Juan Utleg's value as an intelligence officer eventually forced me into the most excruciating dilemma I have ever confronted, even worse than dealing with the killer of Dolores. As described above, Juan had learned all about Japanese defensive preparations near San Fernando. Moreover, his counterespionage people had enabled him to catch several Filipinos who were spying for the Japanese. Of course, it did not take the enemy long to learn who was responsible for this or to find out what his position was in my outfit. As an example of how fast such news got around, the governor of Pangasinan once told me that the local Japanese Kempeitai commander had asked him if he knew Capt. Ray Hunt. The governor replied that he had heard of me but did not know me. The Japanese then remarked that the governor must know I was in his area, and added with an understanding smile, “When you see him, tell him I said âHello,' and that some day we will get him.” The governor relayed this message to me, adding that the Japanese knew my exact description, even to the color of my hair and eyes.

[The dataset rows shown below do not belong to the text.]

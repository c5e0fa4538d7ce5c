import { zodResolver } from "@hookform/resolvers/zod";
import { useState } from "react";
import { useForm } from "react-hook-form";
import type { z } from "zod";
import { ActionStatusSchema, MitigationInputSchema, RiskToIssueInputSchema, type MitigationInput, type RiskAnswer, type RiskToIssueInput } from "#shared/schemas/risks.ts";
import { AudienceMark } from "../../../components/ui/audience-mark.tsx";
import { Button } from "../../../components/ui/button.tsx";
import { Dialog } from "../../../components/ui/dialog.tsx";
import { FieldError, SelectField, SelectOptions, TextAreaField, TextField } from "../../../components/ui/field.tsx";
import { DateField } from "../../../components/ui/date-field.tsx";
import { FormDialog } from "../../../components/ui/form-dialog.tsx";
import { ChangeHistory } from "../../../components/ui/change-history.tsx";
import { Notice } from "../../../components/ui/sheet.tsx";
import { formatDate, formatMoney } from "../../../lib/format.ts";
import { optionsOf, saveForm } from "../../../lib/forms.ts";
import { useAddMitigation, usePatchMitigation, usePatchRisk, useRiskEvents, useRiskToIssue, type StaffMember } from "../api.ts";
import { ACTION_WORD, CATEGORY_WORD, EVENT_FIELD_WORD, KIND_WORD, percentOf, STATUS_WORD, workingDays } from "../words.ts";
import { BandMark, TrendMark } from "./marks.tsx";

const dateOrNull = { setValueAs: (v: string) => (v === "" ? null : v) };

/** A new action against the risk: what, who, by when. */
function AddMitigation({ riskId, staff, meId }: { riskId: number; staff: readonly StaffMember[]; meId: number }) {
  const add = useAddMitigation();
  const form = useForm<z.input<typeof MitigationInputSchema>, unknown, MitigationInput>({ resolver: zodResolver(MitigationInputSchema), defaultValues: { description: "", ownerId: meId, dueDate: null, status: "planned" } });
  const { errors } = form.formState;
  const onSubmit = form.handleSubmit(async (v) => {
    if (await saveForm(form.setError, () => add.mutateAsync({ riskId, input: v }), "Action added")) form.reset({ description: "", ownerId: v.ownerId, dueDate: null, status: "planned" });
  });
  return (
    <form onSubmit={onSubmit} noValidate aria-label="Add an action" className="grid gap-2 border-t border-rule pt-3 sm:grid-cols-[1fr_10rem_9.5rem_auto] sm:items-end">
      <TextField label="New action" error={errors.description?.message} {...form.register("description")} />
      <SelectField label="Owner" options={staff.map((s) => ({ value: String(s.id), label: s.name }))} error={errors.ownerId?.message} {...form.register("ownerId", { valueAsNumber: true })} />
      <DateField label="Due" error={errors.dueDate?.message} {...form.register("dueDate", dateOrNull)} />
      <Button type="submit" busy={add.isPending}>
        Add
      </Button>
      {errors.root ? <FieldError id={`mitigation-${riskId}-root`} error={errors.root.message} /> : null}
    </form>
  );
}

/** The actions against a risk, each with its owner, due date and a status that can be changed in place. */
function Mitigations({ risk, editable, staff, meId }: { risk: RiskAnswer; editable: boolean; staff: readonly StaffMember[]; meId: number }) {
  const patch = usePatchMitigation();
  return (
    <section aria-labelledby={`mit-${risk.id}`} className="flex flex-col gap-2">
      <h3 id={`mit-${risk.id}`} className="font-semibold">
        Actions
      </h3>
      {risk.mitigations.length === 0 ? (
        <p className="text-sm text-ink-soft">No action recorded yet.</p>
      ) : (
        <ul className="flex flex-col divide-y divide-rule text-sm">
          {risk.mitigations.map((m) => (
            <li key={m.id} className="flex flex-wrap items-center justify-between gap-2 py-2" data-mitigation-id={m.id}>
              <div className="min-w-0">
                <p className="font-medium">{m.description}</p>
                <p className="text-xs text-ink-soft">
                  {m.owner.name} · due {formatDate(m.dueDate)}
                  {m.overdue ? <strong className="ml-1 text-bad">▲ overdue</strong> : null}
                </p>
              </div>
              {editable ? (
                <label className="text-sm">
                  <span className="sr-only">Status of “{m.description}”</span>
                  <select
                    className="rounded-sm border border-rule-strong bg-sheet px-2 py-1"
                    value={m.status}
                    disabled={patch.isPending}
                    onChange={(e) => patch.mutate({ id: m.id, patch: { status: e.target.value as MitigationInput["status"], version: m.version } })}
                  >
                    <SelectOptions options={optionsOf(ACTION_WORD, ActionStatusSchema.options)} />
                  </select>
                </label>
              ) : (
                <span>{ACTION_WORD[m.status]}</span>
              )}
            </li>
          ))}
        </ul>
      )}
      {patch.isError ? <Notice tone="error">{patch.error.message}</Notice> : null}
      {editable ? <AddMitigation riskId={risk.id} staff={staff} meId={meId} /> : null}
    </section>
  );
}

/** "It happened": the risk becomes an issue with its impact now, the action and its due date. */
export function IssueForm({ risk, onClose }: { risk: RiskAnswer; onClose: () => void }) {
  const toIssue = useRiskToIssue();
  const form = useForm<z.input<typeof RiskToIssueInputSchema>, unknown, RiskToIssueInput>({ resolver: zodResolver(RiskToIssueInputSchema), defaultValues: { impactNow: "", action: "", dueDate: null, version: risk.version } });
  const { errors } = form.formState;
  const onSubmit = form.handleSubmit(async (v) => {
    if (await saveForm(form.setError, () => toIssue.mutateAsync({ id: risk.id, input: v }), `${risk.reference} is now an issue`)) onClose();
  });
  return (
    <FormDialog title={`${risk.reference} happened`} onClose={onClose} onSubmit={onSubmit} busy={toIssue.isPending} rootError={errors.root?.message} submitLabel="Open the issue">
      <div className="sm:col-span-2">
        <p className="text-sm text-ink-soft">The risk is marked “became an issue” and an issue is opened from it, keeping its links; both keep their history.</p>
      </div>
      <TextAreaField label="Impact now" rows={3} error={errors.impactNow?.message} {...form.register("impactNow")} />
      <TextAreaField label="Action" rows={3} error={errors.action?.message} {...form.register("action")} />
      <DateField label="Action due" error={errors.dueDate?.message} {...form.register("dueDate", dateOrNull)} />
      <TextField label="Note for the history" error={errors.note?.message} {...form.register("note")} />
    </FormDialog>
  );
}

function RiskHistory({ id, timeZone }: { id: number; timeZone: string }) {
  return <ChangeHistory events={useRiskEvents(id)} fieldWord={EVENT_FIELD_WORD} timeZone={timeZone} testId="risk-history" />;
}

/** One risk or issue read in full, with its actions, its history and (for the lead) what can be done with it. */
export function RiskPanel({ risk, editable, staff, meId, currency, timeZone, onClose, onEdit, onIssue }: { risk: RiskAnswer; editable: boolean; staff: readonly StaffMember[]; meId: number; currency: string; timeZone: string; onClose: () => void; onEdit: () => void; onIssue: () => void }) {
  const patch = usePatchRisk();
  const [showHistory, setShowHistory] = useState(false);
  const setStatus = (status: "open" | "closed") => patch.mutate({ id: risk.id, patch: { status, version: risk.version } });
  const e = risk.costExposure;
  return (
    <Dialog
      open
      title={`${risk.reference} · ${risk.title}`}
      onClose={onClose}
      dismiss="Close"
      wide
      footer={
        editable ? (
          <>
            {risk.kind === "risk" && risk.status === "open" ? <Button onClick={onIssue}>It happened…</Button> : null}
            {risk.status === "open" ? (
              <Button onClick={() => setStatus("closed")} busy={patch.isPending}>
                Close it
              </Button>
            ) : risk.status === "closed" ? (
              <Button onClick={() => setStatus("open")} busy={patch.isPending}>
                Reopen
              </Button>
            ) : null}
            <Button variant="primary" onClick={onEdit}>
              Edit
            </Button>
          </>
        ) : undefined
      }
    >
      <div className="flex flex-col gap-4" data-testid="risk-panel">
        <div className="flex flex-wrap items-center gap-x-4 gap-y-1 text-sm">
          <span>{KIND_WORD[risk.kind]}</span>
          <span>{CATEGORY_WORD[risk.category]}</span>
          <BandMark band={risk.band} score={risk.score} />
          <TrendMark trend={risk.trend} />
          <span>{STATUS_WORD[risk.status]}</span>
          <AudienceMark audience={risk.audience} />
        </div>
        {patch.isError ? <Notice tone="error">{patch.error.message}</Notice> : null}
        <dl className="grid gap-x-4 gap-y-2 text-sm sm:grid-cols-[10rem_1fr]">
          <dt className="text-ink-soft">Owner</dt>
          <dd>{risk.owner.name}</dd>
          <dt className="text-ink-soft">Likelihood × impact</dt>
          <dd className="tabular">
            {risk.likelihood} × {risk.impact} = {risk.score}
            {risk.scoreAtWindowStart !== null ? ` (was ${risk.scoreAtWindowStart} at the start of the window)` : ""}
          </dd>
          {risk.description ? (
            <>
              <dt className="text-ink-soft">Description</dt>
              <dd className="whitespace-pre-line">{risk.description}</dd>
            </>
          ) : null}
          {risk.cause ? (
            <>
              <dt className="text-ink-soft">Cause</dt>
              <dd className="whitespace-pre-line">{risk.cause}</dd>
            </>
          ) : null}
          {risk.effect ? (
            <>
              <dt className="text-ink-soft">Effect</dt>
              <dd className="whitespace-pre-line">{risk.effect}</dd>
            </>
          ) : null}
          {risk.kind === "issue" ? (
            <>
              <dt className="text-ink-soft">Impact now</dt>
              <dd className="whitespace-pre-line">{risk.impactNow || "—"}</dd>
              <dt className="text-ink-soft">Action</dt>
              <dd className="whitespace-pre-line">
                {risk.action || "—"} {risk.dueDate ? `(due ${formatDate(risk.dueDate)})` : ""}
              </dd>
            </>
          ) : null}
          <dt className="text-ink-soft">Cost exposure</dt>
          <dd className="tabular">
            {e
              ? `${formatMoney(e.min, currency)} – ${formatMoney(e.mostLikely, currency)} – ${formatMoney(e.max, currency)} at ${percentOf(e.probability)}; expected ${formatMoney(risk.expectedCost, currency)} (three-point ${formatMoney(risk.expectedCostPert, currency)})`
              : "—"}
          </dd>
          <dt className="text-ink-soft">Schedule exposure</dt>
          <dd className="tabular">{workingDays(risk.scheduleDays)}</dd>
          <dt className="text-ink-soft">Linked to</dt>
          <dd>{[...risk.linkedMilestones, ...risk.linkedBlocks, ...risk.linkedSystems].map((l) => l.name).join(" · ") || "—"}</dd>
          {risk.fromRisk || risk.issue ? (
            <>
              <dt className="text-ink-soft">{risk.fromRisk ? "Opened from" : "Became"}</dt>
              <dd>{(risk.fromRisk ?? risk.issue)?.reference}</dd>
            </>
          ) : null}
        </dl>
        <Mitigations risk={risk} editable={editable && risk.status !== "became_issue"} staff={staff} meId={meId} />
        <section className="flex flex-col gap-1">
          <Button size="sm" variant="ghost" className="self-start" aria-expanded={showHistory} onClick={() => setShowHistory((s) => !s)}>
            {showHistory ? "Hide the history" : "Show the history"}
          </Button>
          {showHistory ? <RiskHistory id={risk.id} timeZone={timeZone} /> : null}
        </section>
      </div>
    </Dialog>
  );
}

Juan knew the Kempeitai were looking for him too. One day when he was home he saw some Japanese troops approaching the house. He slipped out a rear window into a bamboo grove. The visitors then questioned his wife. She said Juan was not at home. The Japanese then took Mrs. Utleg and their young son, and left a message with villagers that the two would be retained as hostages and would be killed if Juan did not surrender.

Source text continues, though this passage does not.